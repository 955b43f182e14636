import request from 'supertest';
import { describe, expect, it } from 'vitest';
import { Node, Outage } from '../../server/models';
import { buildUser, call, signIn, unique, useApi } from '../helpers/api';
import { manualClock } from '../helpers/clock';
import { buildNeighbourhood, buildNode, buildSite } from '../helpers/factories';

const clock = manualClock('2026-06-01T12:00:00Z');

describe('neighbourhoods: retiring, moving nodes in bulk, and the summary', () => {
  const ctx = useApi({ now: clock.now });
  const admin = async () => signIn(ctx, await buildUser({ role: 'admin' }));

  it('retires a neighbourhood (kept, hidden from the default list) and brings it back', async () => {
    const agent = await admin();
    const hood = await buildNeighbourhood({ name: unique('Old Mill Lane') });
    const res = await call(agent, 'patch', `/api/v1/neighbourhoods/${hood.id}`, { retired: true });
    expect(res.status).toBe(200);
    expect(res.body.data.retiredAt).toMatch(/Z$/);
    const ids = async (query: string) => (await agent.get(`/api/v1/neighbourhoods?pageSize=500${query}`)).body.data.map((n: { id: number }) => n.id);
    expect(await ids('')).not.toContain(hood.id);
    expect(await ids('&retired=true')).toContain(hood.id);
    expect(await ids('&retired=all')).toContain(hood.id);
    expect((await agent.get(`/api/v1/neighbourhoods/${hood.id}`)).status).toBe(200);
    const back = await call(agent, 'patch', `/api/v1/neighbourhoods/${hood.id}`, { retired: false });
    expect(back.body.data.retiredAt).toBeNull();
    expect(await ids('')).toContain(hood.id);
  });

  it('answers 400 to retired: "yes" and to retired=maybe in the list', async () => {
    const agent = await admin();
    const hood = await buildNeighbourhood();
    const bad = await call(agent, 'patch', `/api/v1/neighbourhoods/${hood.id}`, { retired: 'yes' });
    expect(bad.status).toBe(400);
    expect(bad.body.error.details).toEqual([{ path: 'retired', message: 'retired must be true or false' }]);
    expect((await agent.get('/api/v1/neighbourhoods?retired=maybe')).status).toBe(400);
  });

  it('only admins retire (403 for the neighbourhood’s own operator)', async () => {
    const operator = await buildUser({ role: 'operator' });
    const hood = await buildNeighbourhood({ operators: [operator] });
    const res = await call(await signIn(ctx, operator), 'patch', `/api/v1/neighbourhoods/${hood.id}`, { retired: true });
    expect(res.status).toBe(403);
  });

  describe('POST /neighbourhoods/:id/nodes', () => {
    it('moves the named nodes in one go and records each move', async () => {
      const agent = await admin();
      const from = await buildNeighbourhood();
      const to = await buildNeighbourhood();
      const a = await buildNode({ neighbourhoodId: from.id });
      const b = await buildNode({ neighbourhoodId: from.id });
      const already = await buildNode({ neighbourhoodId: to.id });
      const res = await call(agent, 'post', `/api/v1/neighbourhoods/${to.id}/nodes`, { nodeIds: [a.id, b.id, already.id, a.id] });
      expect(res.status).toBe(200);
      expect(res.body.data).toEqual({ neighbourhoodId: to.id, moved: 2, unchanged: 1 });
      expect((await Node.findAll({ where: { id: [a.id, b.id] } })).map((n) => n.neighbourhoodId)).toEqual([to.id, to.id]);
      const history = await agent.get(`/api/v1/history?table=nodes&recordId=${a.id}`);
      expect(history.body.data[0]).toMatchObject({ before: { neighbourhoodId: from.id }, after: { neighbourhoodId: to.id } });
    });

    it('answers 401, 403, 404, 400 and 409 as it should, and moves nothing when one id is wrong', async () => {
      const operator = await buildUser({ role: 'operator' });
      const hood = await buildNeighbourhood({ operators: [operator] });
      const node = await buildNode();
      expect(
        (
          await request(ctx.app)
            .post(`/api/v1/neighbourhoods/${hood.id}/nodes`)
            .send({ nodeIds: [node.id] })
        ).status,
      ).toBe(401);
      const forbidden = await call(await signIn(ctx, operator), 'post', `/api/v1/neighbourhoods/${hood.id}/nodes`, { nodeIds: [node.id] });
      expect(forbidden.status).toBe(403);
      expect(forbidden.body.error.message).toBe('Only admins move nodes between neighbourhoods.');
      const host = await buildUser({ role: 'host' });
      expect((await call(await signIn(ctx, host), 'post', `/api/v1/neighbourhoods/${hood.id}/nodes`, { nodeIds: [node.id] })).status).toBe(404);

      const agent = await admin();
      const empty = await call(agent, 'post', `/api/v1/neighbourhoods/${hood.id}/nodes`, { nodeIds: [] });
      expect(empty.body.error.details).toEqual([{ path: 'nodeIds', message: 'nodeIds must name at least one node' }]);
      const missing = await call(agent, 'post', `/api/v1/neighbourhoods/${hood.id}/nodes`, { nodeIds: [node.id, 999999] });
      expect(missing.status).toBe(400);
      expect(missing.body.error.details).toEqual([{ path: 'nodeIds', message: 'nodeIds 999999 do not exist' }]);
      expect((await Node.findByPk(node.id))!.neighbourhoodId).not.toBe(hood.id);

      await call(agent, 'patch', `/api/v1/neighbourhoods/${hood.id}`, { retired: true });
      const retired = await call(agent, 'post', `/api/v1/neighbourhoods/${hood.id}/nodes`, { nodeIds: [node.id] });
      expect(retired.status).toBe(409);
      expect(retired.body.error.code).toBe('retired');
    });
  });

  describe('GET /neighbourhoods/:id/summary', () => {
    it('gives nodes with state and availability, operators, and each site’s host', async () => {
      const operator = await buildUser({ role: 'operator', name: 'Piran Code' });
      const host = await buildUser({ role: 'host', name: 'Jenna Rowe' });
      const hood = await buildNeighbourhood({ operators: [operator] });
      const site = await buildSite({ neighbourhoodId: hood.id, hostUserId: host.id, name: 'Net Loft' });
      await buildSite({ neighbourhoodId: hood.id, name: 'Chapel Tower' });
      // Seen for the whole 30 days; down for 6 h of the last 24 h.
      const node = await Node.create({
        name: 'nl-1',
        siteId: site.id,
        neighbourhoodId: hood.id,
        state: 'online',
        firstSeenAt: new Date('2026-04-01T00:00:00Z'),
      });
      await Outage.create({ nodeId: node.id, startedAt: new Date('2026-06-01T00:00:00Z'), endedAt: new Date('2026-06-01T06:00:00Z') } as never);

      const res = await (await admin()).get(`/api/v1/neighbourhoods/${hood.id}/summary`);
      expect(res.status).toBe(200);
      // 24 h: 18 of 24 h up = 75 %; 30 d: (720 − 6) ÷ 720 h = 99.17 % (availability = up ÷ observed, REFERENCES.md "Availability").
      expect(res.body.data.availability).toEqual({ h24Pct: 75, d30Pct: 99.17 });
      expect(res.body.data.nodes).toEqual([
        { id: node.id, name: 'nl-1', state: 'online', siteId: site.id, siteName: 'Net Loft', availability: { h24Pct: 75, d30Pct: 99.17 } },
      ]);
      expect(res.body.data.operators).toEqual([{ id: operator.id, name: 'Piran Code' }]);
      expect(res.body.data.hosts).toEqual([
        { siteId: expect.any(Number), siteName: 'Chapel Tower', host: null },
        { siteId: site.id, siteName: 'Net Loft', host: { id: host.id, name: 'Jenna Rowe' } },
      ]);
    });

    it('is 404 for a neighbourhood the caller cannot read', async () => {
      const hood = await buildNeighbourhood();
      const res = await (await signIn(ctx, await buildUser({ role: 'operator' }))).get(`/api/v1/neighbourhoods/${hood.id}/summary`);
      expect(res.status).toBe(404);
    });
  });
});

◆ What to do:
You are asked to copy all of the entries above exactly.

◆ Expected answer:
repository 955b43f182e14636
import request from 'supertest';
import { describe, expect, it } from 'vitest';
import { Node, Outage } from '../../server/models';
import { buildUser, call, signIn, unique, useApi } from '../helpers/api';
import { manualClock } from '../helpers/clock';
import { buildNeighbourhood, buildNode, buildSite } from '../helpers/factories';

const clock = manualClock('2026-06-01T12:00:00Z');

describe('neighbourhoods: retiring, moving nodes in bulk, and the summary', () => {
  const ctx = useApi({ now: clock.now });
  const admin = async () => signIn(ctx, await buildUser({ role: 'admin' }));

  it('retires a neighbourhood (kept, hidden from the default list) and brings it back', async () => {
    const agent = await admin();
    const hood = await buildNeighbourhood({ name: unique('Old Mill Lane') });
    const res = await call(agent, 'patch', `/api/v1/neighbourhoods/${hood.id}`, { retired: true });
    expect(res.status).toBe(200);
    expect(res.body.data.retiredAt).toMatch(/Z$/);
    const ids = async (query: string) => (await agent.get(`/api/v1/neighbourhoods?pageSize=500${query}`)).body.data.map((n: { id: number }) => n.id);
    expect(await ids('')).not.toContain(hood.id);
    expect(await ids('&retired=true')).toContain(hood.id);
    expect(await ids('&retired=all')).toContain(hood.id);
    expect((await agent.get(`/api/v1/neighbourhoods/${hood.id}`)).status).toBe(200);
    const back = await call(agent, 'patch', `/api/v1/neighbourhoods/${hood.id}`, { retired: false });
    expect(back.body.data.retiredAt).toBeNull();
    expect(await ids('')).toContain(hood.id);
  });

  it('answers 400 to retired: "yes" and to retired=maybe in the list', async () => {
    const agent = await admin();
    const hood = await buildNeighbourhood();
    const bad = await call(agent, 'patch', `/api/v1/neighbourhoods/${hood.id}`, { retired: 'yes' });
    expect(bad.status).toBe(400);
    expect(bad.body.error.details).toEqual([{ path: 'retired', message: 'retired must be true or false' }]);
    expect((await agent.get('/api/v1/neighbourhoods?retired=maybe')).status).toBe(400);
  });

  it('only admins retire (403 for the neighbourhood’s own operator)', async () => {
    const operator = await buildUser({ role: 'operator' });
    const hood = await buildNeighbourhood({ operators: [operator] });
    const res = await call(await signIn(ctx, operator), 'patch', `/api/v1/neighbourhoods/${hood.id}`, { retired: true });
    expect(res.status).toBe(403);
  });

  describe('POST /neighbourhoods/:id/nodes', () => {
    it('moves the named nodes in one go and records each move', async () => {
      const agent = await admin();
      const from = await buildNeighbourhood();
      const to = await buildNeighbourhood();
      const a = await buildNode({ neighbourhoodId: from.id });
      const b = await buildNode({ neighbourhoodId: from.id });
      const already = await buildNode({ neighbourhoodId: to.id });
      const res = await call(agent, 'post', `/api/v1/neighbourhoods/${to.id}/nodes`, { nodeIds: [a.id, b.id, already.id, a.id] });
      expect(res.status).toBe(200);
      expect(res.body.data).toEqual({ neighbourhoodId: to.id, moved: 2, unchanged: 1 });
      expect((await Node.findAll({ where: { id: [a.id, b.id] } })).map((n) => n.neighbourhoodId)).toEqual([to.id, to.id]);
      const history = await agent.get(`/api/v1/history?table=nodes&recordId=${a.id}`);
      expect(history.body.data[0]).toMatchObject({ before: { neighbourhoodId: from.id }, after: { neighbourhoodId: to.id } });
    });

    it('answers 401, 403, 404, 400 and 409 as it should, and moves nothing when one id is wrong', async () => {
      const operator = await buildUser({ role: 'operator' });
      const hood = await buildNeighbourhood({ operators: [operator] });
      const node = await buildNode();
      expect(
        (
          await request(ctx.app)
            .post(`/api/v1/neighbourhoods/${hood.id}/nodes`)
            .send({ nodeIds: [node.id] })
        ).status,
      ).toBe(401);
      const forbidden = await call(await signIn(ctx, operator), 'post', `/api/v1/neighbourhoods/${hood.id}/nodes`, { nodeIds: [node.id] });
      expect(forbidden.status).toBe(403);
      expect(forbidden.body.error.message).toBe('Only admins move nodes between neighbourhoods.');
      const host = await buildUser({ role: 'host' });
      expect((await call(await signIn(ctx, host), 'post', `/api/v1/neighbourhoods/${hood.id}/nodes`, { nodeIds: [node.id] })).status).toBe(404);

      const agent = await admin();
      const empty = await call(agent, 'post', `/api/v1/neighbourhoods/${hood.id}/nodes`, { nodeIds: [] });
      expect(empty.body.error.details).toEqual([{ path: 'nodeIds', message: 'nodeIds must name at least one node' }]);
      const missing = await call(agent, 'post', `/api/v1/neighbourhoods/${hood.id}/nodes`, { nodeIds: [node.id, 999999] });
      expect(missing.status).toBe(400);
      expect(missing.body.error.details).toEqual([{ path: 'nodeIds', message: 'nodeIds 999999 do not exist' }]);
      expect((await Node.findByPk(node.id))!.neighbourhoodId).not.toBe(hood.id);

      await call(agent, 'patch', `/api/v1/neighbourhoods/${hood.id}`, { retired: true });
      const retired = await call(agent, 'post', `/api/v1/neighbourhoods/${hood.id}/nodes`, { nodeIds: [node.id] });
      expect(retired.status).toBe(409);
      expect(retired.body.error.code).toBe('retired');
    });
  });

  describe('GET /neighbourhoods/:id/summary', () => {
    it('gives nodes with state and availability, operators, and each site’s host', async () => {
      const operator = await buildUser({ role: 'operator', name: 'Piran Code' });
      const host = await buildUser({ role: 'host', name: 'Jenna Rowe' });
      const hood = await buildNeighbourhood({ operators: [operator] });
      const site = await buildSite({ neighbourhoodId: hood.id, hostUserId: host.id, name: 'Net Loft' });
      await buildSite({ neighbourhoodId: hood.id, name: 'Chapel Tower' });
      // Seen for the whole 30 days; down for 6 h of the last 24 h.
      const node = await Node.create({
        name: 'nl-1',
        siteId: site.id,
        neighbourhoodId: hood.id,
        state: 'online',
        firstSeenAt: new Date('2026-04-01T00:00:00Z'),
      });
      await Outage.create({ nodeId: node.id, startedAt: new Date('2026-06-01T00:00:00Z'), endedAt: new Date('2026-06-01T06:00:00Z') } as never);

      const res = await (await admin()).get(`/api/v1/neighbourhoods/${hood.id}/summary`);
      expect(res.status).toBe(200);
      // 24 h: 18 of 24 h up = 75 %; 30 d: (720 − 6) ÷ 720 h = 99.17 % (availability = up ÷ observed, REFERENCES.md "Availability").
      expect(res.body.data.availability).toEqual({ h24Pct: 75, d30Pct: 99.17 });
      expect(res.body.data.nodes).toEqual([
        { id: node.id, name: 'nl-1', state: 'online', siteId: site.id, siteName: 'Net Loft', availability: { h24Pct: 75, d30Pct: 99.17 } },
      ]);
      expect(res.body.data.operators).toEqual([{ id: operator.id, name: 'Piran Code' }]);
      expect(res.body.data.hosts).toEqual([
        { siteId: expect.any(Number), siteName: 'Chapel Tower', host: null },
        { siteId: site.id, siteName: 'Net Loft', host: { id: host.id, name: 'Jenna Rowe' } },
      ]);
    });

    it('is 404 for a neighbourhood the caller cannot read', async () => {
      const hood = await buildNeighbourhood();
      const res = await (await signIn(ctx, await buildUser({ role: 'operator' }))).get(`/api/v1/neighbourhoods/${hood.id}/summary`);
      expect(res.status).toBe(404);
    });
  });
});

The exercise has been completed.